Methods: Investigators from the Statistical and Clinical Coordinating Center for NCICAS/ICAS/HEAL (Rho) worked along with experts in health policy at George Washington University (GWU) and clinicians at 3 FQHCs to identify key components of the EBI to implement and evaluate for CHAMPS in a primary care setting. In addition, traditional clinical trial protocols, including centralized training, quality control monitoring, manual of operations, case report forms, clinical data management, and participant recruitment and retention strategies were identified by Rho and considered by CHAMPS investigators, but not all were adapted. Through careful collaboration with our research partners, we were able to translate many of the elements from our clinical trials into the CHAMPS program while still being flexible enough to adapt to the unique needs of the clinic healthcare setting. We targeted 600 low-income and underserved pediatric patients with poorly-controlled, moderate-to-severe asthma (300 intervention; 300 comparison), from 6 FQHCs located in 3 states/jurisdictions.

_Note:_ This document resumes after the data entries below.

import { sql } from 'drizzle-orm';
import { date, index, jsonb, pgEnum, pgTable, text, timestamp, uuid } from 'drizzle-orm/pg-core';
import { jobStatuses } from '../../features/jobs/schema';
import type { FrameChoice } from '../../features/settings/materials';
import { customers } from './customers';
import { shops } from './shops';

/** Where a job stands in the shop's pipeline, in the order work moves (the list is shared with the screens). */
export const jobStatus = pgEnum('job_status', jobStatuses);

/** One framing order for one customer. */
export const jobs = pgTable(
  'jobs',
  {
    id: uuid('id').primaryKey().defaultRandom(),
    shopId: uuid('shop_id').notNull().references(() => shops.id, { onDelete: 'cascade' }),
    customerId: uuid('customer_id').notNull().references(() => customers.id, { onDelete: 'restrict' }),
    title: text('title').notNull(),
    /** The date promised to the customer, no time of day. */
    dueDate: date('due_date', { mode: 'string' }),
    notes: text('notes'),
  /** Moulding, glazing and shadowbox depth; null until chosen. */
  frame: jsonb('frame').$type<FrameChoice>(),
    status: jobStatus('status').notNull().default('taken_in'),
    /** When the status last changed; the activity log keeps who and from what. */
    statusChangedAt: timestamp('status_changed_at', { withTimezone: true }).notNull().defaultNow(),
    createdAt: timestamp('created_at', { withTimezone: true }).notNull().defaultNow(),
    updatedAt: timestamp('updated_at', { withTimezone: true }).notNull().defaultNow(),
  },
  (t) => [
    index('jobs_shop_status_idx').on(t.shopId, t.status),
    index('jobs_customer_idx').on(t.customerId),
    /** The jobs list's default order (due date, undated last, then newest): its first page reads in index order. */
    index('jobs_shop_due_order_idx').on(t.shopId, sql`(${t.dueDate} is null)`, t.dueDate, t.createdAt.desc().nullsFirst(), t.id),
    /** Trigram indexes (pg_trgm) serve the list's "contains" search on title and notes at any size. */
    index('jobs_title_trgm_idx').using('gin', t.title.op('gin_trgm_ops')),
    index('jobs_notes_trgm_idx').using('gin', t.notes.op('gin_trgm_ops')),
  ],
);

export type Job = typeof jobs.$inferSelect;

Results: We compared morbidity between children receiving the CHAMPS intervention and comparison children and found that the intervention is effective in reducing symptoms. Furthermore, when we compared results between each intervention/comparison FQHC pair in each jurisdiction, we found variation in the strength of the results, which can be explained, in part, by differences in adoption and implementation.
Conclusions: Our experience shows that it is possible to successfully implement and evaluate clinical trial results in primary care settings that provide care to diverse and underserved populations. In addition, our study demonstrates that EBI for childhood asthma can remain effective in real world practices.